Warner’s more reflexive, circular image offers a kind of contrast to Jacobs’ account of a public theologian as one who is able to represent the voice of a religious tradition, and skilled at bridging the gap between religion and culture. The public theologian in this alternate frame is not one who comes down from the mountain to address the crowd, or, alternately, one who goes up to the mountain to represent the crowd, but rather, one who engages in the messiness of the work amidst and from the sites of encounter, whether that encounter be on a mountain, in a valley, on a shoreline, or in the middle of an ocean. This counter-image of encounter is also more faithful to what scholars of religion, and some theologians for that matter, have pointed out many times over now, that religion is not always, or perhaps ever, its own easily identifiable sphere distinct from “secular’” culture; as, well, encounter, it is more murky and muddled than the vision of a mountain-top descent, or city on a hill.

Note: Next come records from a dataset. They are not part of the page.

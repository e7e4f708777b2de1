package dev.cairn.models.plan;

import static org.junit.jupiter.api.Assertions.assertEquals;
import static org.junit.jupiter.api.Assertions.assertTrue;

import org.apache.commons.math3.stat.inference.KolmogorovSmirnovTest;
import org.apache.commons.rng.UniformRandomProvider;
import org.apache.commons.rng.sampling.distribution.ZigguratSampler;
import org.apache.commons.rng.simple.RandomSource;
import org.junit.jupiter.api.Test;

/**
 * A simulated day's statistics have the laws of the per-user sums: their exact moments (laws of total
 * expectation and variance, standard identities), and the same distributions as summing simulated users
 * (two-sample Kolmogorov-Smirnov test, Apache Commons Math), including days large enough that the binomial is
 * drawn in chunks.
 */
class DailyStatsTest {
    private static final int DRAWS = 40_000;

    /** Sample mean and its standard error. */
    private record Moment(double mean, double se, double variance) {
        static Moment of(double[] x) {
            double m = 0;
            for (double v : x) {
                m += v;
            }
            m /= x.length;
            double ss = 0;
            for (double v : x) {
                ss += (v - m) * (v - m);
            }
            double var = ss / (x.length - 1);
            return new Moment(m, Math.sqrt(var / x.length), var);
        }
    }

    private static double[][] simulate(ArmTruth truth, int draws, long seed) {
        DailyStats.Source source = DailyStats.of(truth).start(RandomSource.XO_RO_SHI_RO_128_PP.create(seed));
        double[][] out = new double[3][draws];
        double[] day = new double[4];
        for (int i = 0; i < draws; i++) {
            source.next(day);
            out[0][i] = day[1];
            out[1][i] = day[2];
            out[2][i] = day[3];
        }
        return out;
    }

    private static void near(double expected, Moment m, String what) {
        assertTrue(Math.abs(m.mean() - expected) < 4.5 * m.se(),
                what + ": " + m.mean() + " vs " + expected + " (se " + m.se() + ")");
    }

    @Test
    void theMomentsAreThoseOfTheSumsOverUsers() {
        for (ArmTruth t : new ArmTruth[] {new ArmTruth(300, 0.05, 1.5, 1.2), new ArmTruth(60_000, 0.03, 2.0, 1.8),
            new ArmTruth(2_000, 0.8, 0.5, 0.7)}) {
            double[][] d = simulate(t, DRAWS, 17);
            double n = t.usersPerDay(), p = t.payerRate(), mu = t.logSpendMean(), s2 = t.logSpendSd() * t.logSpendSd();
            Moment m = Moment.of(d[0]), a = Moment.of(d[1]), b = Moment.of(d[2]);
            near(n * p, m, t + " payers");
            near(n * p * mu, a, t + " sum of log spend");
            near(n * p * (mu * mu + s2), b, t + " sum of squared log spend");
            // variances: Var m = n p (1 - p); Var S1 = n p sigma^2 + mu^2 n p (1 - p) (law of total variance);
            // a sample variance of 40,000 draws is within a few percent
            assertEquals(n * p * (1 - p), m.variance(), 0.05 * n * p * (1 - p), t + " Var payers");
            double varS1 = n * p * s2 + mu * mu * n * p * (1 - p);
            assertEquals(varS1, a.variance(), 0.05 * varS1, t + " Var S1");
        }
    }

    @Test
    void theDistributionsAreThoseOfSimulatedUsers() {
        ArmTruth t = new ArmTruth(400, 0.04, 1.2, 1.5);
        int draws = 4_000;
        double[][] fast = simulate(t, draws, 5);
        UniformRandomProvider rng = RandomSource.XO_RO_SHI_RO_128_PP.create(6L);
        ZigguratSampler.NormalizedGaussian normal = ZigguratSampler.NormalizedGaussian.of(rng);
        double[][] slow = new double[3][draws];
        for (int i = 0; i < draws; i++) {
            for (int u = 0; u < t.usersPerDay(); u++) {
                if (rng.nextDouble() < t.payerRate()) {
                    double x = t.logSpendMean() + t.logSpendSd() * normal.sample();
                    slow[0][i]++;
                    slow[1][i] += x;
                    slow[2][i] += x * x;
                }
            }
        }
        KolmogorovSmirnovTest ks = new KolmogorovSmirnovTest();
        String[] names = {"payers", "sum of log spend", "sum of squared log spend"};
        for (int k = 1; k < 3; k++) { // continuous sums; payers are discrete (moments above)
            double pValue = ks.kolmogorovSmirnovTest(fast[k], slow[k]);
            assertTrue(pValue > 1e-3, names[k] + ": p = " + pValue);
        }
        Moment fastPayers = Moment.of(fast[0]), slowPayers = Moment.of(slow[0]);
        assertTrue(Math.abs(fastPayers.mean() - slowPayers.mean()) < 4.5 * Math.hypot(fastPayers.se(), slowPayers.se()));
    }

    @Test
    void edgeCasesGiveTheirOnlyPossibleDays() {
        double[] day = new double[4];
        UniformRandomProvider rng = RandomSource.XO_RO_SHI_RO_128_PP.create(1L);
        DailyStats.of(new ArmTruth(0, 0.1, 1, 1)).start(rng).next(day);
        assertEquals(0, day[1]);
        DailyStats.of(new ArmTruth(500, 0, 1, 1)).start(rng).next(day);
        assertEquals(0, day[1]);
        assertEquals(0, day[2]);
        DailyStats.of(new ArmTruth(500, 1, 1, 1)).start(rng).next(day);
        assertEquals(500, day[1]);
        assertTrue(day[3] >= day[2] * day[2] / 500, "S2 >= S1^2 / m, as any data give");
        assertEquals(1, DailyStats.of(new ArmTruth(1_000_000, 1, 1, 1)).chunkCount());
        assertTrue(DailyStats.of(new ArmTruth(1_000_000, 0.05, 1, 1)).chunkCount() > 1);
    }
}
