package dev.cairn.cli.serve;

import java.util.List;

/**
 * One route of the service: a method and a path template whose {@code {name}} segments match any one
 * segment. The OpenAPI description is checked against the list of these (see the service's tests).
 *
 * @param method   the HTTP method
 * @param template the path, e.g. {@code /v1/fits/{id}}
 */
record Route(String method, String template) {

    /** Every route the service answers, in the order the README lists them. */
    static final List<Route> ALL = List.of(
            new Route("POST", "/v1/fits"),
            new Route("GET", "/v1/fits/{id}"),
            new Route("DELETE", "/v1/fits/{id}"),
            new Route("GET", "/v1/schema"),
            new Route("GET", "/v1/health"),
            new Route("GET", "/v1/openapi.json"));

    /**
     * @param path a request's path
     * @return the value of the template's one variable segment ("" when it has none), or null when the path
     *         does not match
     */
    String match(String path) {
        String[] want = template.split("/", -1);
        String[] got = path.split("/", -1);
        if (want.length != got.length) {
            return null;
        }
        String variable = "";
        for (int i = 0; i < want.length; i++) {
            if (want[i].startsWith("{")) {
                if (got[i].isEmpty()) {
                    return null;
                }
                variable = got[i];
            } else if (!want[i].equals(got[i])) {
                return null;
            }
        }
        return variable;
    }
}
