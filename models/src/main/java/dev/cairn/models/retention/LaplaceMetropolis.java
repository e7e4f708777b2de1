package dev.cairn.models.retention;

import dev.cairn.samplers.ChainState;
import dev.cairn.samplers.Step;
import dev.cairn.samplers.Target;
import org.apache.commons.rng.UniformRandomProvider;
import org.apache.commons.rng.sampling.distribution.ZigguratSampler;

We find this image of public as an ongoing space of encounter particularly enticing, and freeing, in light of some of the tendencies prevalent in our culture today. In her recent (fantastic) essay, “Nuance: A Love Affair,” Meghan Daum reflects on how “being a public intellectual — or what passes for such a thing today — requires viewpoints that can be represented by hashtags and squeezed snugly into 900-word op-eds or hot takes,” and laments the lack of space for nuance in the public spheres she finds herself in. Having recognized that “the more honest we are about what we think, the more we’re alone with our thoughts,” she concludes with something between a resigned and hopeful acceptance, proposing: “Maybe all I can do — maybe all anyone can do — is try to keep nuance as a private practice, a silent meditation, a personal vow to be renewed at least once every twenty-four-hour news cycle. Maybe all I can do is accept that this story is neither a romance nor a breakup story, but a love story in the truest sense. It’s the story of that rousing, fleeting moment when you hear someone say the thing that makes you feel less alone.” Perhaps public theology, in this Warnerian frame, could—or, dare we say, perhaps should—offer some sort of buffer to the isolation that Daum identifies. Perhaps, understood as a space and site of encounter rather than as a speaking to or for, a space is opened up, however slightly, for difference and multiplicity to be engaged and explored rather than as something that should be obscured or conformed into an already shared sameness.
In conclusion, it’s easy to think we already know what being a “public theologian” entails. Even for those of us who don’t aspire to be “the next Reinhold Niebuhr,” the job description of a public theologian seems to have been written long before we applied. But as we have argued, and as the other posts in this symposium maintain, to be a public theologian does not mean to do theology for everybody. It is not a matter of speaking from the particular to the universal, but of dwelling within multiple, overlapping particularities and finding theological meaning there.